▶ What you are asked to do:
From the records below, state how many lines hold the string "values", without any other text.

▶ Supplied entries:

• • • •

#: Chart conditions (registry.py and the chart modules) -> when the chart is drawn.
WHEN = {
    "always": "always",
    "any_flame": "a point burns",
    "varies_p_or_T": "flames at two or more pressures or preheats",
    "burning_blends": "a blend axis of two or more fractions, and a flame",
    "several_blends": "a blend axis of two or more fractions",
    "has_margins": "a [burner], and a point with a flashback margin",
    "has_window": "a [burner] with margins, two or more blend fractions and two or more φ",
    "has_limits": "[limits]",
    "has_stretch": "[stretch]",
    "has_sensitivities": "[uncertainty]",
    "has_emissions": "[emissions], a burning point with emissions",
    "has_regimes": "[premixer] and a [burner] with a port velocity, and a burning point",
    "has_turbulent_speeds": "[premixer] and a [burner] with a port velocity, and a burning point",
    "has_core_margins": "[premixer] and a [burner] with a port velocity, several blend fractions and a burning point",
    "several_blends_with_emissions": "[emissions] and several blend fractions",
    "compares_flames": "several mechanisms",
    "compares_limits": "several mechanisms and [limits]",
}


def _missing(what: str, names) -> None:
    if names:
        raise SystemExit(f"docs/gen_outputs_reference.py does not describe {what}: {', '.join(names)}")


def unit(u: str) -> str:
    return {"": "text", "1": "1"}.get(u, u)


def cell(text: str) -> str:
    return text.replace("|", "\\|")


def meaning(col: str) -> str:
    text = K.UNITS[col][1]
    if col == "status":  # the values come from the enum, so a new status cannot go unlisted
        text = "one of " + ", ".join(f"`{s.value}`" for s in Status)
    return cell(text)


def column_table(cols: tuple[str, ...], extra: dict | None = None) -> list[str]:
    extra = extra or {}
    _missing("these columns in flamecharts/columns.py UNITS", [c for c in cols if c not in K.UNITS and c not in extra])
    rows = []
    for c in cols:
        u, m = extra[c] if c in extra else (K.UNITS[c][0], meaning(c))
        rows.append(f"| `{c}` | {unit(u)} | {m} |")
    return ["| column | unit | meaning |", "|---|---|---|", *rows]


def exponent_columns() -> tuple[str, ...]:
    """power_law_exponents.csv's columns, as results.exponent_table makes them (from a two-pressure table)."""
    dims = K.AXES
    ds = xr.Dataset({"laminar_flame_speed_m_s": (dims, np.array([0.3, 0.2]).reshape(1, 1, 1, 2, 1, 1))},
                    coords={"fuel": ["f"], "oxidizer": ["air"], "blend_fraction": [0.0], "pressure_bar": [1.0, 2.0],
                            "unburned_temperature_K": [300.0], "equivalence_ratio": [1.0]})
    return tuple(exponent_table(ds)[0])


def render() -> str:
    files = set(FILES)
    _missing("these optional tables of outputs/write.py", [t for t in OPTIONAL_TABLES if t not in files])
    out = ["## Files of a run folder", "", "| file | written | what it holds |", "|---|---|---|"]
    out += [f"| `{name}` | {when} | {what} |" for name, (when, what) in FILES.items()]

    _missing("these columns in flamecharts/columns.py UNITS", [c for c in K.COLUMNS if c not in K.UNITS])
    _missing("these column groups of flamecharts/columns.py",
             [n for n in dir(K) if n.endswith("_COLUMNS") and n not in GROUPS and n not in TABLES.values()])
    grouped = [m for m in ANALYSIS_COLUMNS if m.POINT_COLUMNS]  # an analysis without columns of results.csv has no group
    groups = {name: getattr(K, name) for name in GROUPS} | {m.__name__: m.POINT_COLUMNS for m in grouped}
    headings = GROUPS | {m.__name__: m.GROUP for m in grouped}
    out += ["", "## results.csv", "",
            f"One row per point, {len(K.COLUMNS)} columns in this order (`flamecharts.columns.COLUMNS`). Units: `1` "
            "is dimensionless, `text` a text or a flag (`true`/`false`). A number the point does not have is an empty "
            "cell. `Results.to_dataframe()` gives the same columns."]
    current, base = None, iter(BASE)
    for i, col in enumerate(K.COLUMNS, 1):
        group = next((g for g, cols in groups.items() if col in cols), "LAST" if col == "warnings" else "BASE")
        if group != current:
            if group == "BASE":
                chunk = next(base, None)
                if chunk is None:
                    raise SystemExit("docs/gen_outputs_reference.py: results.csv has more ungrouped chunks of columns "
                                     f"than BASE describes (at {col})")
            heading, note = headings[group] if group in headings else (chunk if group == "BASE" else LAST)
            out += ["", f"### {heading}", "", f"Filled: {note}.", "", "| # | column | unit | meaning |",
                    "|---|---|---|---|"]
            current = group
        out.append(f"| {i} | `{col}` | {unit(K.UNITS[col][0])} | {meaning(col)} |")

    variables = [c for c in K.COLUMNS + DATASET_EXTRA if c not in K.AXES and c not in STUDY_WIDE]
    out += ["", "## results.nc", "",
            "The table of results.csv as an xarray Dataset written to netCDF-3 (`xarray.open_dataset`, or "
            "`Results.dataset` from Python). Dimensions, outermost first: "
            + ", ".join(f"`{a}`" for a in K.AXES)
            + ", and a leading `mechanism` when the study compares several. Global attributes hold the columns with "
            "one value for the whole study (" + ", ".join(f"`{c}`" for c in STUDY_WIDE)
            + "). Every other column is a variable with its `units` and `long_name` as in the tables above, plus "
            + ", ".join(f"`{c}`" for c in DATASET_EXTRA) + f" ({K.UNITS[DATASET_EXTRA[0]][1]}); {len(variables)} "
            "variables in all. Numbers are float64 with NaN where a point has no value."]

    records = {name: (cols, m.TABLE_NOTES[name]) for m in ANALYSIS_COLUMNS
               for name, cols in getattr(m, "RECORDS", {}).items()}
    tables: dict[str, tuple] = {}
    for name, tuple_name in TABLES.items():
        tables[name] = (getattr(K, tuple_name), None)
        if name == "limits.csv":  # the analyses' record tables (stretch.csv) follow the limits, as write.py's
            tables |= records
    tables |= {name: (cols, m.TABLE_NOTES[name]) for m in ANALYSIS_COLUMNS for name, cols in m.TABLES.items()}
    for name, (cols, note) in tables.items():
        anchor_note = {"fuel_gases.csv": "One row per fuel gas (fuel, blend fraction, oxidizer).",
                       "limits.csv": "One row per admissible window of each limit search (window 0: none found); "
                                     "how to read it: [Admissible limits](limits.md).",
                       "sensitivities.csv": "The largest sensitivities of each burning point, one row per reaction.",
                       "mechanism_comparison.csv": "Each point burning under the reference and another mechanism, one "
                                                   "row per other mechanism."}.get(name, note)
        out += ["", f"## {name}", "", anchor_note, "", *column_table(cols)]

    exp = exponent_columns()
    out += ["", "## power_law_exponents.csv", "",
            "One row per fit, wherever at least two values of the axis burn (Metghalchi & Keck's power law, fitted one "
            "axis at a time).", "", *column_table(exp, extra=EXPONENT_MEANINGS)]

    _missing("these chart conditions", sorted({c.when.__name__ for c in CHARTS} - set(WHEN)))
    out += ["", "## Charts", "",
            "Each chart is written as `charts/NAME.png` and `charts/NAME.svg`, in this order (the report's). The "
            "report lists the charts the sweep's shape leaves out, and why.", "",
            "| chart | drawn with | caption |", "|---|---|---|"]
    out += [f"| `{c.name}` | {WHEN[c.when.__name__]} | {cell(' '.join(c.caption.split()))} |" for c in CHARTS]
    return "\n".join(out)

• • • •

▶ Your solution:
3